■ INSTRUCTIONS TO FOLLOW ■
Of all the entries below, retype only the lines from the one with "its committed rows" through the one with "function checkCompatible(store: SegmentStore, s: RunSetup): void", exactly as they appear.

Collected data:
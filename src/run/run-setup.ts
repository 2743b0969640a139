/**
 * The first steps of a run: resolve every setting and check the output before any work
 * (prepareRun, which changes nothing on disk), then, holding the output's lock, decide what
 * becomes of an earlier partial run (openPartialRun: the resume policy).
 */
import fs from 'node:fs';
import os from 'node:os';
import path from 'node:path';
import { InputError } from '../errors.js';
import { makeStatusDictionary, resultsSchema, tableFieldsOf, type ResultsTableMeta } from '../io/arrow-schema.js';
import { profilesPathFor, resolveOutputFormat, type OutputFormat } from '../io/output-format.js';
import { profilesSchema } from '../io/profile-table.js';
import { foreignEntries, partialDirFor, removePartialDir, SegmentStore, type PartialManifest, type Segment } from '../io/segment-store.js';
import { publishedFiles } from '../io/table-sink.js';
import { resolveParams, type MeltParams } from '../physics/params.js';
import { planSweep, shardRange } from '../plan/index.js';
import type { Plan } from '../plan/types.js';
import { sweepHash } from '../spec/index.js';
import type { SweepSpec } from '../spec/types.js';
import { TOOL_VERSION } from '../version.js';
import { defaultChunkSize } from './chunks.js';
import { checkCompanion, checkOutput, existingOutputMatches, removeStaleTemporaries } from './output-guard.js';
import { formatProfileGrid, profileGridPressures } from './profile-grid.js';
import type { RunOptions } from './run-sweep.js';
import type * as arrow from 'apache-arrow';

/** Everything a run needs, resolved once from its options. */
export interface RunSetup {
  readonly spec: SweepSpec;
  readonly plan: Plan;
  readonly params: MeltParams;
  readonly hash: string;
  readonly rowStart: number;
  readonly rowEnd: number;
  readonly workers: number;
  readonly outPath: string;
  readonly partialDir: string;
  readonly force: boolean;
  readonly resume: boolean;
  readonly format: OutputFormat;
  readonly profilesPath: string | null;
  readonly profileGrid: string | undefined;
  readonly profilePressures: Float64Array | null;
  /** the manifest a new partial run would get */
  readonly manifest: PartialManifest;
  readonly schema: arrow.Schema;
  readonly profileSchema: arrow.Schema | null;
  readonly dictionary: arrow.Vector<arrow.Utf8>;
}

/** Worker threads for a run: the request (default: every core), capped at the cores unless oversubscribed. */
function resolveWorkers(requested: number | undefined, oversubscribe: boolean): number {
  const cores = os.availableParallelism();
  const want = Math.max(1, Math.floor(requested ?? cores));
  return oversubscribe ? want : Math.min(want, cores);
}

/**
 * Resolve a run's settings and check its output. Changes nothing on disk.
 * @throws InputError for outputs that cannot be used
 */
export function prepareRun(opts: RunOptions): RunSetup {
  const spec = opts.spec;
  if (opts.outPath.trim() === '') throw new InputError('--output: the output name is empty; give a file name, e.g. --output results.arrow');
  const plan = planSweep(spec);
  const params = resolveParams(spec.model.params);
  const hash = sweepHash(spec);
  const { start: rowStart, end: rowEnd } = opts.shard ? shardRange(plan.count, opts.shard.k, opts.shard.n) : { start: 0, end: plan.count };
  const outPath = path.resolve(opts.outPath);
  const force = opts.force === true;
  const resume = opts.resume === true;
  const format = resolveOutputFormat(outPath, opts.format);
  const profilesPath = opts.profiles ? profilesPathFor(outPath) : null;
  const profileGrid = opts.profiles ? formatProfileGrid(opts.profiles) : undefined;
  const profilePressures = opts.profiles ? profileGridPressures(opts.profiles) : null;
  const inputs = opts.sweepPath !== undefined ? [opts.sweepPath] : [];
  checkOutput(outPath, force, resume, '--output', inputs);
  if (profilesPath !== null) {
    if (!resume) checkCompanion(profilesPath, 'the profile table', force);
    for (const input of inputs) checkOutput(profilesPath, true, true, '--output', [input]);
  }
  const partialDir = partialDirFor(outPath);
  const partialStat = fs.lstatSync(partialDir, { throwIfNoEntry: false });
  if (partialStat !== undefined && !partialStat.isDirectory()) {
    throw new InputError(`--output: ${partialDir} exists and is not a folder meltsweep created; move it away or choose another output`);
  }
  if (partialStat !== undefined) {
    const foreign = foreignEntries(partialDir);
    if (foreign.length > 0) {
      const shown = foreign.slice(0, 3).join(', ') + (foreign.length > 3 ? ` and ${foreign.length - 3} more` : '');
      throw new InputError(
        `--output: ${partialDir} holds files meltsweep did not write (${shown}); meltsweep keeps its partial runs there and never deletes a folder it did not create: move it away or choose another output`,
      );
    }
  }
  const manifest: PartialManifest = {
    sweepHash: hash,
    rowStart,
    rowEnd,
    chunkSize: opts.chunkSize ?? defaultChunkSize(spec, rowEnd - rowStart, profilePressures?.length ?? 0),
    toolVersion: TOOL_VERSION,
    ...(profileGrid !== undefined ? { profileGrid } : {}),
  };
  const meta: ResultsTableMeta = {
    ...tableFieldsOf(spec),
    sweepJson: JSON.stringify(spec),
    sweepHash: hash,
    toolVersion: TOOL_VERSION,
    params,
    pointCount: plan.count,
    rowStart,
    rowEnd,
    shard: opts.shard ? `${opts.shard.k}/${opts.shard.n}` : '1/1',
    blockLabels: plan.hasBlocks ? ['A', 'B', ...plan.axisNames.map((n) => `AB_${n}`)] : null,
  };
  return {
    spec, plan, params, hash, rowStart, rowEnd,
    workers: resolveWorkers(opts.workers, opts.oversubscribe === true),
    outPath, partialDir, force, resume, format, profilesPath, profileGrid, profilePressures, manifest,
    schema: resultsSchema(meta),
    profileSchema: profileGrid !== undefined ? profilesSchema(meta, profileGrid) : null,
    dictionary: makeStatusDictionary(),
  };
}

/** A segment a resume could not trust, and why; its rows are computed again. */
export interface RepairedSegment {
  readonly name: string;
  readonly why: string;
}

/** What the resume policy decided. */
export type PartialRun =
  /** the output is already a finished run of this sweep (resume of a complete run) */
  | { readonly kind: 'finished' }
  | { readonly kind: 'partial'; readonly store: SegmentStore; readonly kept: readonly Segment[]; readonly repaired: readonly RepairedSegment[] };

/**
 * The resume policy, run while holding the output's lock: clear leftovers of killed processes,
 * refuse a partial run of another sweep, shard, profile grid or tool version, verify every
 * committed segment (the failing ones are named and recomputed), or start a new partial run.
 * @throws InputError when the partial run cannot be used as asked
 */
export async function openPartialRun(s: RunSetup): Promise<PartialRun> {
  const { partialDir, outPath, force, resume } = s;
  if (force) removePartialDir(partialDir);
  for (const f of [...publishedFiles(s.format, outPath), ...(s.profilesPath ? publishedFiles(s.format, s.profilesPath) : [])]) removeStaleTemporaries(f);

  let store: SegmentStore | null = null;
  if (fs.existsSync(partialDir)) {
    const found = SegmentStore.inspect(partialDir);
    if (found.kind === 'empty') {
      removePartialDir(partialDir); // a crash while creating it
    } else if (found.kind === 'damaged') {
      throw new InputError(
        `--resume: the partial run in ${partialDir} cannot be trusted: ${found.why}; its committed rows cannot be checked against the sweep. ` +
          'Start over with --force (discards them), or restore the manifest',
      );
    } else {
      store = found.store;
    }
  }
  if (store !== null && !resume) {
    throw new InputError(`--output: a partial run of ${outPath} exists (${partialDir}); use --resume to finish it or --force to start over`);
  }
  if (store !== null) checkCompatible(store, s);
  if (resume && fs.existsSync(outPath)) {
    if (await existingOutputMatches(outPath, s.manifest, s.profilesPath)) {
      store?.remove();
      return { kind: 'finished' };
    }
    if (!force) throw new InputError(`--resume: ${outPath} exists but is not a finished run of this sweep; use --force to replace it`);
  }
  if (store === null) return { kind: 'partial', store: SegmentStore.create(partialDir, s.manifest), kept: [], repaired: [] };
  const check = store.verify(s.profileSchema !== null);
  return { kind: 'partial', store, kept: check.kept, repaired: check.dropped };
}

function checkCompatible(store: SegmentStore, s: RunSetup): void {
  const m = store.manifest;
  if (m.sweepHash !== s.hash || m.rowStart !== s.rowStart || m.rowEnd !== s.rowEnd) {
    throw new InputError(
      `--resume: the partial run in ${s.partialDir} belongs to another sweep or shard (hash ${m.sweepHash.slice(0, 12)}, rows ${m.rowStart}-${m.rowEnd}); this sweep is ${s.hash.slice(0, 12)}, rows ${s.rowStart}-${s.rowEnd}`,
    );
  }
  if (m.toolVersion !== TOOL_VERSION) {
    throw new InputError(
      `--resume: the partial run in ${s.partialDir} was computed by meltsweep ${m.toolVersion}, this is ${TOOL_VERSION}: another version may compute different numbers, ` +
        `and one table must not mix them; finish it with meltsweep ${m.toolVersion}, or start over with --force`,
    );
  }
  if (m.profileGrid !== s.profileGrid) {
    const had = m.profileGrid === undefined ? 'without --profiles' : `with --profiles ${m.profileGrid}`;
    throw new InputError(`--resume: the partial run in ${s.partialDir} was started ${had}; resume it with the same --profiles (or start over with --force)`);
  }
}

■ EXERCISE ANSWER ■
        `--resume: the partial run in ${partialDir} cannot be trusted: ${found.why}; its committed rows cannot be checked against the sweep. ` +
          'Start over with --force (discards them), or restore the manifest',
      );
    } else {
      store = found.store;
    }
  }
  if (store !== null && !resume) {
    throw new InputError(`--output: a partial run of ${outPath} exists (${partialDir}); use --resume to finish it or --force to start over`);
  }
  if (store !== null) checkCompatible(store, s);
  if (resume && fs.existsSync(outPath)) {
    if (await existingOutputMatches(outPath, s.manifest, s.profilesPath)) {
      store?.remove();
      return { kind: 'finished' };
    }
    if (!force) throw new InputError(`--resume: ${outPath} exists but is not a finished run of this sweep; use --force to replace it`);
  }
  if (store === null) return { kind: 'partial', store: SegmentStore.create(partialDir, s.manifest), kept: [], repaired: [] };
  const check = store.verify(s.profileSchema !== null);
  return { kind: 'partial', store, kept: check.kept, repaired: check.dropped };
}

function checkCompatible(store: SegmentStore, s: RunSetup): void {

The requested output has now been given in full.